Update, 20:20 Uhr: Russische Streitkräfte haben bei einem Luftangriff auf Häfen bei Odessa mindestens zwei Menschen getötet und acht weitere verletzt. Die russische Armee setzte dabei Drohnen und Raketen gegen die strategisch wichtigen Hafenanlagen Piwdennyj und Tschornomorsk ein, wie der Gouverneur des Gebietes Odessa, Oleh Kiper, auf Telegram mitteilte.

Der Angriff richtete erhebliche Schäden an der Hafeninfrastruktur an, über die die Ukraine ihre wichtigen Getreide- und Agrarexporte abwickelt. Kiper veröffentlichte Bilder von zerstörten Containern und beschädigten Lastwagen. In der Stadt Odessa selbst waren Explosionen zu hören. Russland beschießt im Ukraine-Krieg die Hafenanlagen, aber auch die Stadt Odessa selbst immer wieder.

Ukraine-Krieg aktuell: Polen offen für Stationierung deutscher Soldaten im Grenzgebiet zur Ukraine

Update, 19:15 Uhr: Polens Außenminister Radosław Sikorski hat sich offen für eine mögliche Entsendung deutscher Soldaten zur Absicherung eines Ukraine-Waffenstillstands gezeigt. Eine Präsenz von Bundeswehrsoldaten auf polnischem Boden wäre insofern keine Neuigkeit, sagte Sikorski nach Beratungen in Paris mit Blick auf bereits bestehende militärische Kooperation zwischen beiden Ländern. Bei gemeinsamen Übungen hätten deutsche Generäle polnische Panzerbrigaden befehligt und umgekehrt. Sikorski dankte Deutschland ausdrücklich für die Präsenz deutscher Soldaten zur Absicherung des Flughafens Rzeszów, der für die Ukraine-Unterstützung wichtig ist.

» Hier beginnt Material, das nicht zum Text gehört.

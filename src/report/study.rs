//! Everything a report is made of, gathered by the command that ran the study.

use super::numbers::counted;
use super::reader::Reader;
use crate::baseline::{Baseline, Detrended};
use crate::basin::{Basin, BeyondStations};
use crate::defaults::DefaultInForce;
use crate::ensemble::RecordYear;
use crate::fault::Unlikely;
use crate::findings::Findings;
use crate::fit::{SkillInShort, Value};
use crate::operation::Operation;
use crate::perturb::{GeneratorChoice, Warming};
use crate::season::{Measure, SeasonSettings};
use crate::snow::{GaugeMultiplier, SnowParams};
use crate::weather::{Counts, SkippedYear};
use serde::Serialize;

/// A finished study.
pub struct Study<'a> {
    /// Its title.
    pub title: &'a str,
    /// Who reads it.
    pub reader: Reader,
    /// The basin.
    pub basin: &'a Basin,
    /// Elevation of the station, m.
    pub station_elevation_m: f64,
    /// Area of the basin beyond its stations.
    pub beyond_stations: Option<BeyondStations>,
    /// Snow of the headline measure, at the reference, beyond its stations.
    pub swe_beyond_stations: Option<BeyondStations>,
    /// Gauge catch.
    pub gauge_multiplier: GaugeMultiplier,
    /// Dates and windows.
    pub season: &'a SeasonSettings,
    /// Snow parameters.
    pub snow: &'a SnowParams,
    /// What is in force from a file of fitted parameters.
    pub fitted: Option<FittedFrom<'a>>,
    /// Sets of parameters that were run beside the study's own.
    pub parameter_sets: Option<SetsFrom<'a>>,
    /// What becomes of the water, where it is asked; its routing the one in force.
    pub operation: Option<&'a Operation>,
    /// Warming's shape and precipitation.
    pub warming: &'a Warming,
    /// Assumed standard deviation of the change of mean precipitation, percent.
    pub mean_change_sd_pct: Option<f64>,
    /// What makes the realizations.
    pub generator: GeneratorChoice,
    /// A day is wet whose precipitation lies above this, mm.
    pub wet_day_mm: f64,
    /// The record.
    pub record: Record<'a>,
    /// What was found.
    pub findings: &'a Findings,
    /// Defaults in force.
    pub defaults: &'a [DefaultInForce],
    /// What is unlikely.
    pub unlikely: &'a [Unlikely],
    /// How the study is repeated, and from what.
    pub origin: Origin,
}

/// The record as the report needs it.
pub struct Record<'a> {
    /// Counts.
    pub counts: &'a Counts,
    /// Years left out.
    pub skipped: &'a [SkippedYear],
    /// The years in use, measured at the reference.
    pub years: Vec<RecordYear>,
    /// What was measured.
    pub measures: &'a [Measure],
    /// Mean yearly precipitation at the station after the catch correction, mm.
    pub mean_precipitation_mm: f64,
    /// Trends and steps.
    pub baseline: Option<&'a Baseline>,
    /// The trend that was taken out of the years that realizations are drawn from.
    pub detrended: Option<&'a Detrended>,
}

impl Study<'_> {
    /// The basin's mean elevation, at which a level is what it is called, where it changes with elevation, m.
    pub fn mean_elevation_of_warming_m(&self) -> Option<f64> {
        (self.warming.level_change_pct_per_1000m != 0.0).then(|| self.basin.mean_elevation_m())
    }
}

impl Record<'_> {
    /// Mean and coefficient of variation (sample standard deviation over mean) of the headline measure over the record's
    /// years, where it is an amount above 0 in at least two years.
    pub fn headline_mean_and_variation(&self) -> Option<[f64; 2]> {
        let values: Vec<f64> =
            self.years.iter().map(|year| year.values[0]).filter(|v| v.is_finite()).collect();
        let n = values.len() as f64;
        let mean = values.iter().sum::<f64>() / n;
        let squares = values.iter().map(|value| (value - mean) * (value - mean)).sum::<f64>();
        (n >= 2.0 && mean > 0.0).then(|| [mean, (squares / (n - 1.0)).sqrt() / mean])
    }
}

/// What is in force from a file of fitted parameters.
#[derive(Debug, Clone, Copy, PartialEq, Serialize)]
pub struct FittedFrom<'a> {
    /// The file, as the scenario names it.
    pub file: &'a str,
    /// Keys and values taken from it.
    pub taken: &'a [Value],
    /// Keys of it that the scenario states itself, or that its rules and options do not have.
    pub left: &'a [&'static str],
    /// How the fit did, a site each; of files that say so.
    pub skill: &'a [SkillInShort],
}

impl FittedFrom<'_> {
    /// What was taken, in words.
    pub fn words(&self) -> String {
        let keys: Vec<&str> = self.taken.iter().map(|value| value.key).collect();
        let taken = if keys.is_empty() {
            format!("Nothing is taken from the fitted parameters of {}", self.file)
        } else {
            format!("Fitted to observed snow, from {}: {}", self.file, keys.join(", "))
        };
        if self.left.is_empty() {
            return taken + ".";
        }
        format!(
            "{taken}. Left, since the scenario states them itself or its rules do not have them: {}.",
            self.left.join(", ")
        )
    }
}

/// Sets of parameters that a study runs beside its own.
#[derive(Debug, Clone, Copy, PartialEq, Serialize)]
pub struct SetsFrom<'a> {
    /// The file, as the scenario names it.
    pub file: &'a str,
    /// Sets in it.
    pub in_file: usize,
    /// Realizations of each that is run, the first of the study.
    pub realizations: u32,
    /// What each that is run changes.
    pub sets: &'a [Vec<Value>],
}

impl SetsFrom<'_> {
    /// Keys of which all sets have the same value, as where a fit stopped at a bound; none of a single set.
    fn never_differ(&self) -> Vec<&'static str> {
        let Some((first, others)) = self.sets.split_first().filter(|(_, others)| !others.is_empty()) else {
            return Vec::new();
        };
        let is_same = |value: &&Value| others.iter().all(|set| set.contains(value));
        first.iter().filter(is_same).map(|value| value.key).collect()
    }

    /// What is run, in words.
    pub fn words(&self) -> String {
        let keys: Vec<&str> = self.sets.iter().take(1).flatten().map(|value| value.key).collect();
        let all = if self.sets.len() == self.in_file {
            "all of".to_owned()
        } else {
            format!("the first of {} in", self.in_file)
        };
        let mut words = format!(
            "{} of parameters, {all} {}, with {} of each: {}.",
            counted(self.sets.len(), "set"),
            self.file,
            counted(self.realizations as usize, "realization"),
            keys.join(", ")
        );
        let same = self.never_differ();
        if !same.is_empty() {
            words += &format!(
                " All sets have one value of {}: what another would do is not in this spread.",
                same.join(", ")
            );
        }
        words
    }
}

/// Where a study comes from.
#[derive(Debug, Clone, PartialEq, Serialize)]
pub struct Origin {
    /// The command that repeats it.
    pub command: String,
    /// Seed in force.
    pub seed: u64,
    /// Files and digests: scenario, bands, weather.
    pub inputs: Vec<Input>,
}

/// A file that was read.
#[derive(Debug, Clone, PartialEq, Serialize)]
pub struct Input {
    /// What it is.
    pub role: &'static str,
    /// Its path as typed; of a data file, relative to the scenario.
    pub path: String,
    /// SHA-256 of its bytes.
    pub sha256: String,
}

Kanzler Merz stellt dem ukrainischen Präsidenten Wolodymyr Selenskyj weitreichende deutsche Unterstützung in Aussicht.

Bundeskanzler Friedrich Merz hatte am Dienstag erstmals die Beteiligung der Bundeswehr an einer Friedenssicherung in Aussicht gestellt – nicht in der Ukraine selbst, aber auf NATO-Boden nahe der Grenze.

Ukraine-Krieg aktuell: Pistorius fordert konkrete Pläne für militärischen Schutz nach Friedenslösung

Update, 17:45 Uhr: Verteidigungsminister Boris Pistorius (SPD) hat konkrete Planungen für den militärischen Schutz bei einer Friedenslösung im Ukraine-Krieg gefordert. „Mir ist wichtig, dass die Unterstützerländer der Ukraine konkrete Beiträge für die Absicherung einer möglichen politischen Beendigung des russischen Angriffskriegs in der Ukraine erarbeiten“, sagte Pistorius der Deutschen Presse-Agentur.

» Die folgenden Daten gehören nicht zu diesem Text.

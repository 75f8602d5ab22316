//! A figure as a PNG picture: an SVG drawn in pixels, lettered with fonts of our own.
//!
//! The machine's fonts are never asked for: a font that is not there would take its text away without a word, and
//! pictures would differ from machine to machine.

use png::{BitDepth, ColorType, Encoder};
use resvg::tiny_skia::{Color, Pixmap, Transform};
use resvg::usvg::fontdb::{Database, ID, Source};
use resvg::usvg::{FontResolver, Group, Node, Options, Tree};
use std::collections::BTreeSet;
use std::io::Write;
use std::sync::Arc;
use thiserror::Error;

/// Letters of the widths that [`text_width`](crate::figures::text_width) takes.
static REGULAR: &[u8] = include_bytes!("fonts/LiberationSans-Regular.ttf");
static BOLD: &[u8] = include_bytes!("fonts/LiberationSans-Bold.ttf");
/// A weight from which on letters are bold, halfway between 400 and 700, rounded up.
const BOLD_FROM: u16 = 600;
/// Pixels drawn at a time, 64 MiB of them: the largest pictures, one on each thread, would not fit into memory, and are
/// drawn in pieces.
const PIXELS_AT_A_TIME: u32 = 1 << 24;

/// A picture.
#[derive(Debug, Clone, PartialEq, Eq)]
pub struct Picture {
    /// The PNG file.
    pub png: Vec<u8>,
    /// Letters that the fonts lack, each with its accents: a box stands in place of each.
    pub letters_lacking: BTreeSet<String>,
}

/// Why there is no picture.
#[derive(Debug, Error)]
pub enum PictureError {
    /// The fonts in the program cannot be read.
    #[error("the program's own fonts cannot be read")]
    Fonts,
    /// The figure is no SVG, or one without a size.
    #[error("a figure cannot be read: {0}")]
    Svg(#[from] resvg::usvg::Error),
    /// So many pixels cannot be held.
    #[error("a picture of {width_px} by {height_px} pixels cannot be held")]
    Size {
        /// Its width.
        width_px: u32,
        /// Its height.
        height_px: u32,
    },
    /// The pixels cannot be written as PNG.
    #[error("a picture cannot be written: {0}")]
    Encoding(#[from] png::EncodingError),
    /// Nor can some of their rows.
    #[error("a picture cannot be written: {0}")]
    Rows(#[from] std::io::Error),
}

/// Draws an SVG on white, `width_px` wide and as high as its proportions ask for.
///
/// # Errors
/// What is no SVG, or a size that cannot be held.
pub fn picture_of(svg: &[u8], width_px: u32) -> Result<Picture, PictureError> {
    drawn(svg, width_px, PIXELS_AT_A_TIME)
}

fn drawn(svg: &[u8], width_px: u32, pixels_at_a_time: u32) -> Result<Picture, PictureError> {
    let tree = Tree::from_data(svg, &options()?)?;
    let size = tree.size();
    let scale = width_px as f32 / size.width();
    let height_px = (size.height() * scale).round().max(1.0) as u32;
    let rows = (pixels_at_a_time / width_px.max(1)).clamp(1, height_px);
    let mut piece = Pixmap::new(width_px, rows).ok_or(PictureError::Size { width_px, height_px })?;

    let mut png = Vec::new();
    let mut encoder = Encoder::new(&mut png, width_px, height_px);
    encoder.set_color(ColorType::Rgb);
    encoder.set_depth(BitDepth::Eight);
    let mut header = encoder.write_header()?;
    let mut pixels = header.stream_writer()?;
    for top in (0..height_px).step_by(rows as usize) {
        piece.fill(Color::WHITE);
        let place = Transform::from_row(scale, 0.0, 0.0, scale, 0.0, -(top as f32));
        resvg::render(&tree, place, &mut piece.as_mut());
        let count = width_px as usize * rows.min(height_px - top) as usize;
        // On white every pixel is opaque, so that its colour is written as it is held.
        let colours = piece.pixels()[..count].iter();
        let bytes: Vec<u8> = colours.flat_map(|pixel| [pixel.red(), pixel.green(), pixel.blue()]).collect();
        pixels.write_all(&bytes)?;
    }
    pixels.finish()?;
    header.finish()?;
    let mut letters_lacking = BTreeSet::new();
    lacking(tree.root(), &mut letters_lacking);
    Ok(Picture { png, letters_lacking })
}

/// Our two fonts, for whatever family a figure asks for.
fn options() -> Result<Options<'static>, PictureError> {
    let mut fonts = Database::new();
    let mut load = |font: &'static [u8]| -> Result<ID, PictureError> {
        let faces = fonts.load_font_source(Source::Binary(Arc::new(font)));
        faces.first().copied().ok_or(PictureError::Fonts)
    };
    let (regular, bold) = (load(REGULAR)?, load(BOLD)?);
    let font_resolver = FontResolver {
        select_font: Box::new(move |font, _| Some(if font.weight() >= BOLD_FROM { bold } else { regular })),
        select_fallback: Box::new(|_, _, _| None),
    };
    Ok(Options { fontdb: Arc::new(fonts), font_resolver, ..Options::default() })
}

/// Gathers the letters of a group that are drawn as a font's first glyph, which stands for what it lacks.
fn lacking(group: &Group, letters: &mut BTreeSet<String>) {
    for node in group.children() {
        match node {
            Node::Group(group) => lacking(group, letters),
            Node::Text(text) => {
                let glyphs = text.layouted().iter().flat_map(|span| &span.positioned_glyphs);
                letters.extend(glyphs.filter(|glyph| glyph.id.0 == 0).map(|glyph| glyph.text.clone()));
            }
            Node::Path(_) | Node::Image(_) => {}
        }
    }
}

#[cfg(test)]
mod tests;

Bei einem Treffen der „Koalition der Willigen“ in Paris hatte eine internationale Schutztruppe zur militärischen Absicherung eines möglichen Waffenstillstands Form angenommen. Bundeskanzler Friedrich Merz (CDU) stellte dabei auch eine Beteiligung der Bundeswehr in Aussicht – nicht in der Ukraine selbst, aber auf NATO-Boden nahe der Grenze. „Voraussetzung dafür ist, dass Putin endlich ernsthaft zu einem Waffenstillstand bereit ist und das brutale Töten beendet“, betonte der Verteidigungsminister.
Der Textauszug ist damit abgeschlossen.